There was nobody outside. The front path was empty and the street beyond was deserted.
The gate was open, though.
Had I left it like that?
I couldn’t remember. I stepped outside, the night air cool on my skin and the stone path rough beneath my bare feet. I shone the flashlight left and right, flecking the overgrown yard with light and shadow. Nobody hiding there. Then I made my way down the path, and through that open gate onto the sidewalk. The street was bathed in a sickly sheen of amber, empty in both directions.
I listened.
The whole town was silent and still.
I closed the gate, and then headed back to the house. As I reached the front door, the beam from the flashlight passed over it.
I froze, my heart beating quickly now.
Then I steadied the light, and my skin began to crawl as I shined the beam over the wood and thought about the knocking I’d just heard.
And as I took in the marks that had been left on the door.
FOURTEEN
BEFORE
After my first lucid dream, there were more and more in the weeks that followed. I never mentioned any of them to Charlie or the others. That was partly because they felt too personal to share, but also, as time passed, I found myself resentful of the way the experiment began taking over our lives.
Charlie had started leading discussions on our findings increasingly often, and it had become clear that, whatever was happening, it was not one of his passing interests. Looking back, I find it hard to remember exactly how it all happened. The idea of sharing dreams was impossible, but they did—or at least, they claimed to. It resembled a kind of arms race. Charlie might read from his dream diary first, say, and then Billy would describe his dream, and there’d be a connection there. Charlie would be pleased, which of course would spur James on to find a connection in his own. Or else James would go first, Charlie would describe a similar dream, and then Billy, not wanting to be left out, would make out that he had experienced something similar. They never showed each other their dream diaries after the first time. Perhaps they didn’t want to puncture the fantasy world they were developing between them.
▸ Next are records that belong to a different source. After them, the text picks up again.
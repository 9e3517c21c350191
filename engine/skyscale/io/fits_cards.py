"""Header cards of an output image: what it keeps from its input, and HISTORY text.

An output on the input's grid keeps the input's axis structure (the two image axes and
any degenerate axes, such as a frequency or Stokes axis with NAXISn = 1, in their
order), the input's own world-coordinate cards as written, and the cards that describe
the observation rather than the pixels (`KEPT_KEYWORDS`: OBJECT, TELESCOP, DATE-OBS,
RESTFRQ, ...).  Everything else is left out: cards that describe the input's pixels
(BUNIT, the restoring beam, BSCALE/BZERO/BLANK, DATAMIN/DATAMAX, checksums), its
HISTORY and COMMENT text, its DATE and ORIGIN (the output is a new file made by
skyscale), and keywords not listed here, whose meaning skyscale cannot know.  The
writer then adds what is true of the output.

HISTORY is commentary: a card holds `HISTORY_WIDTH` characters of text [1]_.  A longer
entry is continued over several cards, each continuation starting with
`HISTORY_INDENT`; breaks fall before a space or after a separator, so no number or
name is cut unless one token is longer than a card.  Joining an entry's cards by
dropping the indent of each continuation gives back its text exactly (`join_history`).

References
----------
.. [1] FITS Standard 4.0 (IAU FITS Working Group 2018), sec. 4.4.2.4 (commentary
   keywords) and 4.4.2.1-4.4.2.3 (DATE-OBS, OBJECT, TELESCOP, INSTRUME, OBSERVER,
   EQUINOX, EPOCH, AUTHOR, REFERENC); sec. 8 and Table 22 (world-coordinate
   keywords); sec. 9 (time keywords).
.. [2] Greisen & Calabretta 2002, A&A 395, 1061; Calabretta & Greisen 2002, A&A 395,
   1077; Greisen et al. 2006, A&A 446, 747: celestial and spectral coordinates.
"""

import re

from astropy.io import fits

__all__ = ["HISTORY_WIDTH", "HISTORY_INDENT", "KEPT_KEYWORDS", "is_axis_card",
           "is_observation_card", "kept_cards", "wrap_history", "join_history"]

#: Characters of text one HISTORY card holds [1]_.
HISTORY_WIDTH = 72
#: How a HISTORY card that continues the entry before it starts.
HISTORY_INDENT = "  "

#: Keywords about the observation, kept from the input (also with an alternate-WCS
#: letter where the standard allows one): the standard's descriptive keywords [1]_,
#: world-coordinate and time keywords that are not tied to one axis [1]_ [2]_, and, as
#: common practice, OBSRA/OBSDEC, RESTFREQ and VELREF.
KEPT_KEYWORDS = frozenset({
    "OBJECT", "TELESCOP", "INSTRUME", "OBSERVER", "AUTHOR", "REFERENC",
    "DATE-OBS", "MJD-OBS", "DATE-BEG", "MJD-BEG", "DATE-AVG", "MJD-AVG", "DATE-END",
    "MJD-END", "TSTART", "TSTOP", "XPOSURE", "TELAPSE", "TIMESYS", "TREFPOS", "TREFDIR",
    "TIMEUNIT", "TIMEOFFS", "PLEPHEM", "MJDREF", "MJDREFI", "MJDREFF", "JDREF", "JDREFI",
    "JDREFF", "DATEREF", "OBSGEO-X", "OBSGEO-Y", "OBSGEO-Z", "OBSGEO-L", "OBSGEO-B",
    "OBSGEO-H", "OBSRA", "OBSDEC", "EPOCH", "RADECSYS", "RESTFREQ", "VELREF",
    "WCSNAME", "RADESYS", "EQUINOX", "LONPOLE", "LATPOLE", "RESTFRQ", "RESTWAV",
    "SPECSYS", "SSYSOBS", "SSYSSRC", "VELOSYS", "ZSOURCE", "VELANGL",
})
_ALTERNATE = ("WCSNAME", "RADESYS", "EQUINOX", "LONPOLE", "LATPOLE", "RESTFRQ", "RESTWAV",
              "SPECSYS", "SSYSOBS", "SSYSSRC", "VELOSYS", "ZSOURCE", "VELANGL")
_KEPT = re.compile("(" + "|".join(map(re.escape, sorted(_ALTERNATE))) + ")[A-Z]$")
#: Keywords tied to axes: indexed keywords and matrices (also in the older PCiiijjj form).
_AXIS = re.compile(r"(WCSAXES[A-Z]?|(CTYPE|CUNIT|CRVAL|CDELT|CRPIX|CROTA|CNAME|CRDER|CSYER"
                   r"|CZPHS|CPERI)[1-9][0-9]*[A-Z]?|(PC|CD|PV|PS)[1-9][0-9]*_[0-9]+[A-Z]?"
                   r"|(PC|CD)[0-9]{6})$")
#: Where a long HISTORY entry may break: after these characters, or before a space.
_SEPARATORS = ",;:/|&)]}="


def is_axis_card(key):
    """True for a world-coordinate keyword tied to axes (CTYPEn, CRPIXn, PCi_j, ...)."""
    return bool(_AXIS.match(str(key).upper()))


def is_observation_card(key):
    """True for an observation card an output keeps (`KEPT_KEYWORDS` and their
    alternate-WCS forms)."""
    return key in KEPT_KEYWORDS or bool(_KEPT.match(key))


def _image_dims(source, shape):
    """FITS axis lengths of ``source`` when they describe ``shape``, else None."""
    naxis = source.get("NAXIS")
    if naxis is None:
        return [shape[1], shape[0]]
    dims = [source.get(f"NAXIS{k}") for k in range(1, int(naxis) + 1)]
    if len(dims) < 2 or (dims[1], dims[0]) != tuple(shape) or any(n != 1 for n in dims[2:]):
        return None
    return dims


def kept_cards(source, shape):
    """The input's cards an output of ``shape`` keeps, and the output's numpy shape.

    Parameters
    ----------
    source : astropy.io.fits.Header
        The input's header.
    shape : (ny, nx) tuple
        The output image.

    Returns
    -------
    header : astropy.io.fits.Header
        The observation cards (`KEPT_KEYWORDS`) and, when the input's first two axes are
        ``shape`` and any further axes are degenerate, every world-coordinate card tied
        to axes; values and comments as in the input, in its order.
    out_shape : tuple of int
        ``shape`` with a leading 1 for each degenerate input axis (numpy order), so the
        written file has the input's axis structure; ``shape`` itself otherwise.
    axes_kept : bool
        Whether the axis cards were kept (False: the caller writes the celestial WCS).

    Examples
    --------
    >>> h = fits.Header({"NAXIS": 3, "NAXIS1": 4, "NAXIS2": 3, "NAXIS3": 1,
    ...                  "CTYPE3": "FREQ", "OBJECT": "field", "DATAMAX": 2.0})
    >>> out, shape, axes = kept_cards(h, (3, 4))
    >>> list(out), shape, axes
    (['CTYPE3', 'OBJECT'], (1, 3, 4), True)
    """
    dims = _image_dims(source, tuple(shape))
    out = fits.Header()
    for card in source.cards:
        key = card.keyword.upper()
        if is_observation_card(key) or (dims is not None and is_axis_card(key)):
            out.append((card.keyword, card.value, card.comment))
    if dims is None:
        return out, tuple(shape), False
    return out, (1,) * (len(dims) - 2) + tuple(shape), True


def _printable(text):
    text = str(text).encode("ascii", "backslashreplace").decode("ascii")
    return "".join(c if " " <= c <= "~" else c.encode("unicode_escape").decode("ascii")
                   for c in text).rstrip()


def _break_at(text, room):
    """Where to end a card holding the start of ``text`` (at most ``room`` characters)."""
    best = 0
    for i in range(1, room + 1):
        if i < len(text) and text[i] == " " and text[i - 1] != " ":
            best = i                                       # before a space
        elif text[i - 1] in _SEPARATORS:
            best = i                                       # after a separator
    if best == 0:
        best = room                                        # one token longer than a card
        while best > 1 and text[best - 1] == " ":
            best -= 1
    return best


def wrap_history(text, width=HISTORY_WIDTH):
    """One HISTORY entry as card texts of at most ``width`` characters.

    Parameters
    ----------
    text : str
        The entry; characters outside printable ASCII are written as backslash escapes.
        FITS does not keep trailing blanks [1]_, so they are dropped, and a run of
        blanks longer than a continuation card can hold is shortened to fit.
    width : int
        Characters of text per card (default `HISTORY_WIDTH`).

    Returns
    -------
    list of str
        The first card's text, then continuations starting with `HISTORY_INDENT`.

    Examples
    --------
    >>> lines = wrap_history("scales = [0.0, 4.0, 8.0, 16.0]", width=20)
    >>> lines
    ['scales = [0.0, 4.0,', '   8.0, 16.0]']
    >>> join_history(lines)
    ['scales = [0.0, 4.0, 8.0, 16.0]']
    """
    longest = width - len(HISTORY_INDENT) - 1
    text = re.sub(f" {{{longest + 1},}}", " " * longest, _printable(text))
    lines, prefix = [], ""
    while len(prefix) + len(text) > width:
        cut = _break_at(text, width - len(prefix))
        lines.append(prefix + text[:cut])
        text, prefix = text[cut:], HISTORY_INDENT
    lines.append(prefix + text)
    return lines


def join_history(lines):
    """The entries of HISTORY card texts: each continuation joined to the entry before it.

    Parameters
    ----------
    lines : iterable of str
        Card texts in order, for example ``list(header["HISTORY"])``.

    Returns
    -------
    list of str
    """
    entries = []
    for line in lines:
        line = str(line)
        if line.startswith(HISTORY_INDENT) and entries:
            entries[-1] += line[len(HISTORY_INDENT):]
        else:
            entries.append(line)
    return entries
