The rules (common practice): always the delta scale (0 pixels); no scale above 2/3 of
the largest structure in the image (`STRUCTURE_FRACTION`); every scale below half the
largest scale the array recovers (`RECOVERABLE_FRACTION`), about 0.6 / B_min radians
for the shortest projected baseline B_min in wavelengths (common practice, from
memory); every scale at most a quarter of the image's smaller side
(`IMAGE_FRACTION`); successive scales at least a factor 1.5 apart
(`MIN_SCALE_RATIO`), each given once; no nonzero scale below half the beam FWHM
(`DELTA_FRACTION`), which would act as a delta.  `skyscale.advisor.suggest_scales`
builds its set inside these limits and `check_scales` reports each rule a set breaks,
with the same words and numbers.

References
----------
.. [1] Cornwell, T. J. 2008, "Multiscale CLEAN deconvolution of radio synthesis
   images", IEEE J. Sel. Topics Signal Process. 2(5), 793.
"""

import logging
import math
import numbers
import warnings
from dataclasses import dataclass

import numpy as np
from astropy import units as u

from skyscale.core.validate import as_image
from skyscale.core.beam import Beam, fit_beam

__all__ = ["STRUCTURE_FRACTION", "RECOVERABLE_FRACTION", "IMAGE_FRACTION", "SCALE_RATIO",
           "MIN_SCALE_RATIO", "DELTA_FRACTION", "RECOVERABLE_FACTOR", "DEFAULT_MAX_COUNT",
           "ScaleChoiceWarning", "ScaleLimits", "scale_limits", "rule_problems",
           "check_scales", "arcsec_value", "baseline_wavelengths", "count_value", "beam_axes",
           "recoverable_pixels"]

logger = logging.getLogger(__name__)

#: The largest scale is at most this fraction of the largest structure.
STRUCTURE_FRACTION = 2.0 / 3.0

#: Scales stay below this fraction of the largest recoverable scale.
RECOVERABLE_FRACTION = 0.5

#: Scales stay at or below this fraction of the image's smaller side.
IMAGE_FRACTION = 0.25

#: Successive suggested scales grow by about this factor (roughly doubling, common
#: practice).
SCALE_RATIO = 2.0

#: Two scales closer than this factor are nearly degenerate.
MIN_SCALE_RATIO = 1.5

#: A nonzero scale below this fraction of the beam FWHM behaves like a delta.
DELTA_FRACTION = 0.5

#: Largest recoverable angle = RECOVERABLE_FACTOR / B_min radians, B_min in wavelengths
#: (common practice, from memory).
RECOVERABLE_FACTOR = 0.6

#: Scales suggested at most, the delta scale included: three or four to start (common
#: practice).
DEFAULT_MAX_COUNT = 4

class ScaleChoiceWarning(UserWarning):
    """A scale set that breaks one of the rules of thumb (allowed, but questionable)."""


# ----------------------------------------------------------------------------- inputs

def arcsec_value(value, name, example):
    """A positive angle in arcsec from a Quantity ['angle'] or a float in arcsec."""
    if isinstance(value, u.Quantity):
        try:
            value = value.to_value(u.arcsec)
        except u.UnitConversionError:
            raise ValueError(f"{name} is {value!r}, which is not an angle; pass an angle "
                             f"Quantity or a float in arcsec, e.g. {name}={example}") from None
    try:
        out = float(value)
    except (TypeError, ValueError):
        raise ValueError(f"{name} is {value!r}; pass an angle Quantity or a float in "
                         f"arcsec, e.g. {name}={example}") from None
    if not (math.isfinite(out) and out > 0):
        raise ValueError(f"{name} is {value!r}; it must be a positive, finite angle, "
                         f"e.g. {name}={example}")
    return out


def baseline_wavelengths(value):
    """The shortest baseline in wavelengths, a positive float."""
    if isinstance(value, u.Quantity):
        try:
            value = value.to_value(u.dimensionless_unscaled)
        except u.UnitConversionError:
            raise ValueError(f"shortest_baseline is {value!r}; give it in wavelengths "
                             "(divide a length by the wavelength), e.g. "
                             "shortest_baseline=350.0") from None
    try:
        out = float(value)
    except (TypeError, ValueError):
        raise ValueError(f"shortest_baseline is {value!r}; pass a positive number of "
                         "wavelengths, e.g. shortest_baseline=350.0") from None
    if not (math.isfinite(out) and out > 0):
        raise ValueError(f"shortest_baseline is {value!r}; it must be a positive, finite "
                         "number of wavelengths, e.g. shortest_baseline=350.0")
    return out


def count_value(value, name):
    """A whole number >= 1 (a scale count), refused otherwise with ``name`` in the error."""
    if isinstance(value, bool) or not isinstance(value, numbers.Integral) or value < 1:
        raise ValueError(f"{name} is {value!r}; pass a whole number >= 1")
    return int(value)


def beam_axes(beam, name="beam"):
    """``(geometric-mean FWHM, major FWHM)`` in pixels from a Beam or a positive float."""
    if isinstance(beam, Beam):
        return math.sqrt(beam.major * beam.minor), beam.major
    if isinstance(beam, numbers.Real) and not isinstance(beam, bool):
        value = float(beam)
        if math.isfinite(value) and value > 0:
            return value, value
    raise ValueError(f"{name} is {beam!r}; pass a skyscale.core.beam.Beam (FWHM in pixels) "
                     "or a positive FWHM in pixels")


def recoverable_pixels(baseline, cell):
    """Largest recoverable scale in pixels, 0.6 / B_min radians (common practice)."""
    theta = (RECOVERABLE_FACTOR / baseline * u.rad).to_value(u.arcsec)
    return theta / cell



# ---------------------------------------------------------------------------- limits

@dataclass(frozen=True)
class ScaleLimits:
    """What the rules compare a scale set against; None where it is unknown.

    Attributes
    ----------
    beam_px : float or None
        Beam FWHM in pixels (geometric mean of the axes).
    structure_px : float or None
        The largest structure in pixels.
    structure_note : str
        Where ``structure_px`` comes from, for the messages (e.g. "measured at
        smoothing 16 px").
    recoverable_px : float or None
        Largest recoverable scale in pixels.
    image_limit_px : float or None
        A quarter of the image's smaller side.
    """

    beam_px: float = None
    structure_px: float = None
    structure_note: str = ""
    recoverable_px: float = None
    image_limit_px: float = None

    def upper(self):
        """The limits on the largest scale, ``(name, bound, strict)``, tightest first;
        a strict bound must be undercut, the others may be met."""
        limits = []
        if self.structure_px is not None:
            limits.append(("2/3 of the largest structure",
                           STRUCTURE_FRACTION * self.structure_px, False))
        if self.recoverable_px is not None:
            limits.append(("half the largest recoverable scale",
                           RECOVERABLE_FRACTION * self.recoverable_px, True))
        if self.image_limit_px is not None:
            limits.append(("a quarter of the image", self.image_limit_px, False))
        return sorted(limits, key=lambda lim: lim[1])

    def largest_allowed(self):
        """``(pixels, name)``: the largest whole number of pixels every upper limit
        allows, and the limit that sets it; ``(None, None)`` without limits."""
        limits = self.upper()
        if not limits:
            return None, None
        best = None
        for name, bound, strict in limits:
            px = math.ceil(bound) - 1 if strict else math.floor(bound + 1e-9)
            if best is None or px < best[0]:
                best = (px, name)
        return best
And increasingly it did feel like the three of them. My reluctance to join in began to open up a division in the group. I kept hoping that my indifference might sway the others, but it didn’t. James, especially, seemed to be falling harder under Charlie’s spell with every passing day.
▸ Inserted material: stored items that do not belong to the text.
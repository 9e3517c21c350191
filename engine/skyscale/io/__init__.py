"""Reading and writing: FITS images with WCS and beam keywords (`fits`; the cards an
output keeps in `fits_cards`; the grid on the sky, cell size and position angles, in
`grid`), the component table (`components`), the JSON report (`report`, its sections
in `report_records`), the figures (`figures`) and atomic writes (`atomic`).
"""

from skyscale._exports import lazy_exports

__all__, __getattr__, __dir__ = lazy_exports(__name__, {
    "fits": ["FitsImage", "read_image", "write_image", "check_same_grid",
             "write_table_csv"],
    "grid": ["cell_size_arcsec", "sky_position_angle", "pixel_position_angle"],
    "report": ["build_report", "write_report", "file_sha256"],
    "components": ["merge_components"],
})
Which was another thing I resented.
I had the uncomfortable sensation that we were all building toward something. There was a purpose to what Charlie was doing, and while I couldn’t figure out what it was, it made me more and more uneasy.
But as stupid as the whole thing seemed to me, I remember thinking: What harm can it do? Like I’d told James on the day we compared dream diaries for the first time, none of it meant anything. Dreams were just dreams. And so I figured that eventually the whole thing would burn itself out and life would get back to normal.